Alternatively, there are softer incentives – for example, making sure the app’s functionality offers something that can’t be found elsewhere. Impartial advice can be particularly valuable in this regard. If you can share research that advises retailers on pricing, stock levels or shelving, not just for your brand but the full product category, they’ll have a reason to pick up the app – and likely remember your brand as an active contributor to their business.
Once you’ve convinced retailers that your app is worth picking up, you need to consider the user experience. Be aware that you’re competing for attention as much as you would be in the app stores. These aren’t necessarily users who make heavy use of apps for work flow, and so they won’t be comparing the user experience to other sales apps – but the best-in-class consumer apps and games we’re all familiar with.

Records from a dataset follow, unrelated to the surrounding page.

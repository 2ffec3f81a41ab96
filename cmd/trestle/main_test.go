package main

import (
	"bytes"
	"flag"
	"io"
	"math"
	"os"
	"path/filepath"
	"strconv"
	"strings"
	"testing"

	"github.com/stretchr/testify/require"
)

// update rewrites the golden files: go test ./cmd/trestle -update. Check
// the diff by eye before committing. The numbers in the goldens of
// four-legs.toml are checked against hand calculations in
// TestFourLegsHandCheck (statics, stiffness, buckling), TestModesHandCheck
// and TestResponseHandCheck; those of steel-legs.toml in
// TestRangesHandCheck; the square tube's section properties are
// (50² − 44²) mm² and (50⁴ − 44⁴)/12 mm⁴ (sharp corners).
var update = flag.Bool("update", false, "rewrite testdata/*.golden from the current output")

// result is what one run of the program gave.
type result struct {
	stdout, stderr string
	err            error
}

// trestle runs the program with args and stdin.
func trestle(t *testing.T, stdin string, args ...string) result {
	t.Helper()
	var out, errOut bytes.Buffer
	var in io.Reader = strings.NewReader(stdin)
	err := run(args, in, &out, &errOut)
	return result{out.String(), errOut.String(), err}
}

// golden compares got with testdata/name.golden (or rewrites it).
func golden(t *testing.T, name, got string) {
	t.Helper()
	path := filepath.Join("testdata", name+".golden")
	if *update {
		require.NoError(t, os.WriteFile(path, []byte(got), 0o644))
		return
	}
	want, err := os.ReadFile(path)
	require.NoError(t, err, "missing golden file; run go test ./cmd/trestle -update")
	if string(want) != got && !sameButRounding(string(want), got) {
		t.Errorf("output differs from %s (rerun with -update after checking):\n%s", path, diff(string(want), got))
	}
}

// goldenTol is the relative difference allowed between a number in a
// golden file and the output: reports print four significant figures, so
// a change in the last printed digit from round-off in a library's
// arithmetic (a new ordering, a blocked kernel) is not a failure; any
// other change is.
const goldenTol = 2e-3

// roundOffFloor: numbers below it in golden files are relative residuals
// and equilibrium errors of double-precision solves (about 1e-16 to
// 1e-14), which change with the order of the arithmetic.
const roundOffFloor = 1e-10

// sameButRounding reports whether want and got have the same words and
// layout and numbers that agree within goldenTol.
func sameButRounding(want, got string) bool { return sameWithin(want, got, goldenTol) }

// sameWithin reports whether want and got have the same words and layout
// and numbers that agree within rel (relative), any two below
// roundOffFloor being the same.
func sameWithin(want, got string, rel float64) bool {
	wl, gl := strings.Split(want, "\n"), strings.Split(got, "\n")
	if len(wl) != len(gl) {
		return false
	}
	for i := range wl {
		wf, gf := strings.Fields(wl[i]), strings.Fields(gl[i])
		if len(wf) != len(gf) {
			return false
		}
		for j := range wf {
			if wf[j] == gf[j] {
				continue
			}
			a, errA := strconv.ParseFloat(strings.Trim(wf[j], ",:()[]\"×÷"), 64)
			b, errB := strconv.ParseFloat(strings.Trim(gf[j], ",:()[]\"×÷"), 64)
			if errA != nil || errB != nil {
				return false
			}
			// Residuals and equilibrium errors are round-off: any two
			// values below roundOffFloor are the same.
			if math.Max(math.Abs(a), math.Abs(b)) < roundOffFloor {
				continue
			}
			if math.Abs(a-b) > rel*math.Max(math.Abs(a), math.Abs(b)) {
				return false
			}
		}
	}
	return true
}

// diff shows the first differing lines.
func diff(want, got string) string {
	w, g := strings.Split(want, "\n"), strings.Split(got, "\n")
	var b strings.Builder
	shown := 0
	for i := 0; i < max(len(w), len(g)) && shown < 10; i++ {
		var a, c string
		if i < len(w) {
			a = w[i]
		}
		if i < len(g) {
			c = g[i]
		}
		if a != c {
			b.WriteString("line " + strconv.Itoa(i+1) + "\n  want: " + a + "\n  got:  " + c + "\n")
			shown++
		}
	}
	return b.String()
}

func TestSameButRounding(t *testing.T) {
	tests := []struct {
		name      string
		want, got string
		same      bool
	}{
		{"identical", "k  1.337 N/µm\n", "k  1.337 N/µm\n", true},
		{"last digit", "k  1.337 N/µm\n", "k  1.338 N/µm\n", true},
		{"json number", `"x_n_per_m": 480000,`, `"x_n_per_m": 480000.00000001,`, true},
		{"a real change", "k  1.337 N/µm\n", "k  1.437 N/µm\n", false},
		{"round-off", `"residual": 1.1e-16,`, `"residual": 3.4e-15,`, true},
		{"a word", "along X\n", "along Y\n", false},
		{"a line more", "a\n", "a\nb\n", false},
	}
	for _, tc := range tests {
		t.Run(tc.name, func(t *testing.T) {
			if got := sameButRounding(tc.want, tc.got); got != tc.same {
				t.Errorf("sameButRounding = %v, want %v", got, tc.same)
			}
		})
	}
	// A tighter tolerance sees the last printed digit.
	if sameWithin("k  1.337 N/µm\n", "k  1.338 N/µm\n", 1e-9) {
		t.Error("sameWithin(1.337, 1.338, 1e-9) = true, want false")
	}
}
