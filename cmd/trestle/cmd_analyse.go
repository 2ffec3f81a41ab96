package main

import (
	"fmt"
	"io"

	"github.com/trestle-go/trestle/materials"
	"github.com/trestle-go/trestle/springnet"
)

func runDemo(e env) error {
	fl := newFlags("demo", "trestle demo [flags]",
		`Analyses the demo stand built into trestle (a welded steel bench for a
small lathe on four loose levelling feet) and prints the full report:
governing numbers, mount stiffness, load share, member forces and
utilisation, checks and cautions. Works from any folder.`,
		"trestle demo\ntrestle demo --units us\ntrestle demo --picture demo.svg\ntrestle demo --json > demo.json", e)
	var of outputFlags
	of.add(fl)
	picture := fl.String("picture", "", "also draw the case with the largest displacement to this `file` (.svg or .png)")
	_, u, err := fl.parseReport(e.args, 0, 0, &of)
	if err != nil {
		return handled(err)
	}
	return printAnalysis(e, demoArg, materials.Nominal, of.json, u, *picture, nil)
}

func runAnalyse(e env) error {
	fl := newFlags("analyse", "trestle analyse [flags] FILE",
		`Analyses the stand in the model file FILE ("-": standard input; "demo":
the built-in demo): every load case and combination, the stiffness at
each mount, the load share between feet, lift-off and tipping margin,
member forces and utilisation, Euler margins, whole-stand buckling and
the natural modes with the running-speed check. Governing numbers come
first, warnings next, details after.`,
		"trestle analyse stand.toml\ntrestle analyse --level low --units us stand.toml\ncat stand.toml | trestle analyse --json -", e)
	var of outputFlags
	of.add(fl)
	level := fl.levelFlag()
	picture := fl.String("picture", "", "also draw the case with the largest displacement to this `file` (.svg or .png)")
	pos, u, err := fl.parseReport(e.args, 1, 1, &of)
	if err != nil {
		return handled(err)
	}
	l, err := parseLevel(*level)
	if err != nil {
		return err
	}
	return printAnalysis(e, pos[0], l, of.json, u, *picture, pos)
}

// analyseFile reads the model file (as loadModel) and analyses it at
// level l.
func analyseFile(file string, stdin io.Reader, l materials.Level) (*analysed, error) {
	m, name, dyn, err := loadModel(file, stdin)
	if err != nil {
		return nil, err
	}
	return analyse(m, name, l, dyn)
}

// printAnalysis analyses the model file at level l and prints its report,
// as JSON if asked, else as text in units u; with a picture path it first
// draws the case with the largest displacement (see reportPicture).
func printAnalysis(e env, file string, l materials.Level, asJSON bool, u unitSystem, picture string, inputs []string) error {
	a, err := analyseFile(file, e.stdin, l)
	if err != nil {
		return err
	}
	if err := reportPicture(e, a, picture, inputs); err != nil {
		return err
	}
	if asJSON {
		return writeJSON(e.stdout, a.report)
	}
	writeAnalysis(e.stdout, a.report, u)
	return nil
}

// reportPicture draws the case with the largest displacement of a to
// path (nothing when path is ""), refusing to overwrite any of inputs. It
// says where it wrote on standard error, so that standard output stays
// the report (or its JSON).
func reportPicture(e env, a *analysed, path string, inputs []string) error {
	if path == "" {
		return nil
	}
	format, err := pictureFormat(path, "")
	if err != nil {
		return err
	}
	c := springnet.CaseID(0)
	if id, ok := a.model.Case(a.report.Governing.MaxDisplacementCase); ok {
		c = id
	}
	s := sceneOf(a, c, 0)
	if err := writeAtomic(path, inputs, func(w io.Writer) error { return writeScene(w, &s, format) }); err != nil {
		return err
	}
	fmt.Fprintf(e.stderr, "trestle: picture of case %q written to %s\n", a.model.CaseName(c), path)
	return nil
}
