package main

import (
	"bytes"
	"encoding/csv"
	"encoding/xml"
	"errors"
	"image/png"
	"io"
	"math"
	"os"
	"path/filepath"
	"strings"
	"testing"

	"github.com/stretchr/testify/assert"
	"github.com/stretchr/testify/require"

	"github.com/trestle-go/trestle/springnet/sparse"
)

func TestHelpOnEveryCommand(t *testing.T) {
	for _, c := range commands() {
		t.Run(c.name, func(t *testing.T) {
			for _, h := range []string{"--help", "-h"} {
				r := trestle(t, "", c.name, h)
				require.NoError(t, r.err)
				assert.Contains(t, r.stdout, "Usage: trestle "+c.name)
				assert.Contains(t, r.stdout, "Example:\n  trestle "+c.name)
			}
		})
	}
	r := trestle(t, "", "--help")
	require.NoError(t, r.err)
	for _, c := range commands() {
		assert.Contains(t, r.stdout, "  "+c.name+" ")
	}
	r = trestle(t, "", "help", "draw")
	require.NoError(t, r.err)
	assert.Contains(t, r.stdout, "Usage: trestle draw")
}

// TestErrors checks that bad input gives an error that says what is wrong
// (main prints it and exits 1).
func TestErrors(t *testing.T) {
	bad := filepath.Join(t.TempDir(), "bad.toml")
	require.NoError(t, os.WriteFile(bad, []byte("[nodes]\nA = [0, 0, 0]\n\n[[bar]]\nname = \"b\"\nends = [\"A\", \"B\"]\nEA = 1e6\n"), 0o644))
	tests := []struct {
		name  string
		stdin string
		args  []string
		want  []string
	}{
		{"no command", "", nil, []string{"no command"}},
		{"unknown command", "", []string{"analyze-it"}, []string{`unknown command "analyze-it"`}},
		{"near miss", "", []string{"demoo"}, []string{`did you mean "demo"`}},
		{"missing file", "", []string{"analyse", "no-such-file.toml"}, []string{"no-such-file.toml"}},
		{"no argument", "", []string{"analyse"}, []string{"want one argument"}},
		{"two arguments", "", []string{"analyse", "a", "b"}, []string{"want one argument, got 2"}},
		{"bad units", "", []string{"analyse", "--units", "furlongs", "demo"}, []string{`--units "furlongs"`}},
		{"bad level", "", []string{"analyse", "--level", "medium", "demo"}, []string{`--level "medium"`}},
		{"unknown flag", "", []string{"analyse", "--colour", "demo"}, []string{"flag provided but not defined", "--help"}},
		{"model error names file and line", "", []string{"analyse", bad}, []string{"bad.toml:", `"B"`}},
		{"empty stdin", "", []string{"analyse", "-"}, []string{"standard input"}},
		{"draw without out", "", []string{"draw", "demo"}, []string{"--out"}},
		{"draw bad extension", "", []string{"draw", "--out", "x.gif", "demo"}, []string{".svg or .png"}},
		{"draw unknown case", "", []string{"draw", "--out", filepath.Join(t.TempDir(), "x.svg"), "--case", "wind", "demo"}, []string{`no load case "wind"`, `"own weight"`}},
		{"unknown material", "", []string{"materials", "unobtanium"}, []string{"unobtanium"}},
		{"bad section", "", []string{"sections", "hexagon 5 mm"}, []string{"hexagon"}},
		{"ringdown not numbers", "t,x\n0,a\n", []string{"ringdown", "-"}, []string{"standard input"}},
		{"ringdown bad band", "", []string{"ringdown", "--band", "30-10", "testdata/tap.csv"}, []string{"--band"}},
		{"compare both stdin", "", []string{"compare", "-", "-"}, []string{"only one"}},
		{"generate no size", "", []string{"generate", "--section", "square 40 mm"}, []string{"--width is required"}},
		{"generate bad legs", "", []string{"generate", "--legs", "two", "--width", "1m", "--depth", "1m", "--height", "1m", "--section", "square 40 mm"}, []string{"--legs"}},
		{"generate bad unit", "", []string{"generate", "--width", "3 parsecs", "--depth", "1m", "--height", "1m", "--section", "square 40 mm"}, []string{"unknown unit"}},
		{"export without dir", "", []string{"export", "demo"}, []string{"--dir"}},
		{"modes bad count", "", []string{"modes", "--count", "-2", "demo"}, []string{"--count -2"}},
		{"modes mode out of range", "", []string{"modes", "--mode", "40", "--picture", filepath.Join(t.TempDir(), "m.svg"), "testdata/four-legs.toml"}, []string{"--mode 40", "modes 1 to 3"}},
		{"response bad band", "", []string{"response", "--band", "5", "demo"}, []string{"--band"}},
	}
	for _, tc := range tests {
		t.Run(tc.name, func(t *testing.T) {
			r := trestle(t, tc.stdin, tc.args...)
			require.Error(t, r.err)
			for _, w := range tc.want {
				assert.Contains(t, r.err.Error(), w)
			}
			assert.False(t, errors.Is(r.err, errHelp))
		})
	}
}

func TestStdinDash(t *testing.T) {
	data, err := os.ReadFile("testdata/four-legs.toml")
	require.NoError(t, err)
	fromFile := trestle(t, "", "analyse", "--json", "testdata/four-legs.toml")
	fromStdin := trestle(t, string(data), "analyse", "--json", "-")
	require.NoError(t, fromFile.err)
	require.NoError(t, fromStdin.err)
	var a, b AnalysisReport
	decodeStrict(t, fromFile.stdout, &a)
	decodeStrict(t, fromStdin.stdout, &b)
	a.Model, b.Model = "", ""
	assert.Equal(t, a, b, "the same model read from a file and from standard input")
}

func TestFlagsAfterArguments(t *testing.T) {
	r := trestle(t, "", "analyse", "testdata/four-legs.toml", "--json")
	require.NoError(t, r.err)
	assert.True(t, strings.HasPrefix(r.stdout, "{"))
}

// svgMembers decodes an SVG with encoding/xml (failing on malformed XML)
// and counts <line class="member"> elements per data-member name.
func svgMembers(t *testing.T, data []byte) map[string]int {
	t.Helper()
	dec := xml.NewDecoder(bytes.NewReader(data))
	count := map[string]int{}
	for {
		tok, err := dec.Token()
		if err == io.EOF {
			break
		}
		require.NoError(t, err)
		if se, ok := tok.(xml.StartElement); ok && se.Name.Local == "line" {
			var class, name string
			for _, a := range se.Attr {
				switch a.Name.Local {
				case "class":
					class = a.Value
				case "data-member":
					name = a.Value
				}
			}
			if class == "member" {
				count[name]++
			}
		}
	}
	return count
}

func TestDraw(t *testing.T) {
	dir := t.TempDir()
	svg := filepath.Join(dir, "legs.svg")
	r := trestle(t, "", "draw", "--out", svg, "--case", "push", "testdata/four-legs.toml")
	require.NoError(t, r.err)
	assert.Contains(t, r.stdout, "wrote "+svg)
	data, err := os.ReadFile(svg)
	require.NoError(t, err)
	count := svgMembers(t, data)
	// Four legs, each drawn in four views.
	assert.Equal(t, map[string]int{"leg-1": 4, "leg-2": 4, "leg-3": 4, "leg-4": 4}, count)
	assert.Contains(t, string(data), "deflection under &#34;push&#34;")

	pngPath := filepath.Join(dir, "demo.png")
	r = trestle(t, "", "draw", "--out", pngPath, "demo")
	require.NoError(t, r.err)
	f, err := os.Open(pngPath)
	require.NoError(t, err)
	defer f.Close()
	img, err := png.Decode(f)
	require.NoError(t, err)
	assert.Equal(t, 1280, img.Bounds().Dx())
	entries, err := os.ReadDir(dir)
	require.NoError(t, err)
	assert.Len(t, entries, 2, "no temporary files left behind")
}

func TestNeverOverwritesInput(t *testing.T) {
	dir := t.TempDir()
	model := filepath.Join(dir, "stand.toml")
	orig, err := os.ReadFile("testdata/four-legs.toml")
	require.NoError(t, err)
	require.NoError(t, os.WriteFile(model, orig, 0o644))
	tap := filepath.Join(dir, "tap.svg") // a ring-down input with a picture's name
	tapData, err := os.ReadFile("testdata/tap.csv")
	require.NoError(t, err)
	require.NoError(t, os.WriteFile(tap, tapData, 0o644))
	for _, args := range [][]string{
		{"draw", "--out", model, "--format", "svg", model},
		{"draw", "--out", filepath.Join(dir, ".", "stand.toml"), "--format", "png", model},
		{"ringdown", "--picture", tap, tap},
	} {
		r := trestle(t, "", args...)
		require.Error(t, r.err, args)
		assert.Contains(t, r.err.Error(), "refusing to overwrite an input")
	}
	got, err := os.ReadFile(model)
	require.NoError(t, err)
	assert.Equal(t, orig, got, "the model file is unchanged")
	got, err = os.ReadFile(tap)
	require.NoError(t, err)
	assert.Equal(t, tapData, got, "the record is unchanged")
}

func TestWriteAtomic(t *testing.T) {
	dir := t.TempDir()
	path := filepath.Join(dir, "out.txt")
	require.NoError(t, os.WriteFile(path, []byte("before"), 0o644))
	err := writeAtomic(path, nil, func(w io.Writer) error {
		io.WriteString(w, "half a")
		return errors.New("disk on fire")
	})
	require.Error(t, err)
	got, _ := os.ReadFile(path)
	assert.Equal(t, "before", string(got), "a failed write leaves the old file")
	require.NoError(t, writeAtomic(path, nil, func(w io.Writer) error { _, err := io.WriteString(w, "after"); return err }))
	got, _ = os.ReadFile(path)
	assert.Equal(t, "after", string(got))
	entries, _ := os.ReadDir(dir)
	assert.Len(t, entries, 1, "no temporary files left behind")
}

In fact, competition might be especially strict, because of the number of brands out there who have their own apps. This leads to fragmentation, and it can be hard to convince a retailer that they need an app for every single brand they stock.
To overcome this, make sure you’ve taken all aspects of best practice into account for your app. Consider customising the experience based on the user and their specific needs, and incorporating dynamic information such as live pricing updates. And once the app is out the door, it’s important to continue supporting the app, both to make sure it stays functional and also keeps up to date with the evolving needs, of both users and your business objectives.
It also helps if your app is flexible, and doesn’t just cover a single product. We work with field sales agency McCurrach, which represents a wider number of brands. This means they can provide digital solutions to retailers without bombarding them with an endless number of apps.
“Apps can be a great solution for retailers, but it’s vital to consider what the use case is, and what value you’re offering,” says Gordon Neil, Development Director at McCurrach. “We have looked at user experience with PocketApp to make sure we come up with a solution that retailers actively want to use, beyond launch and on an ongoing basis. Achieving that means thinking about the end user and their needs, just as you would with a consumer-facing app.”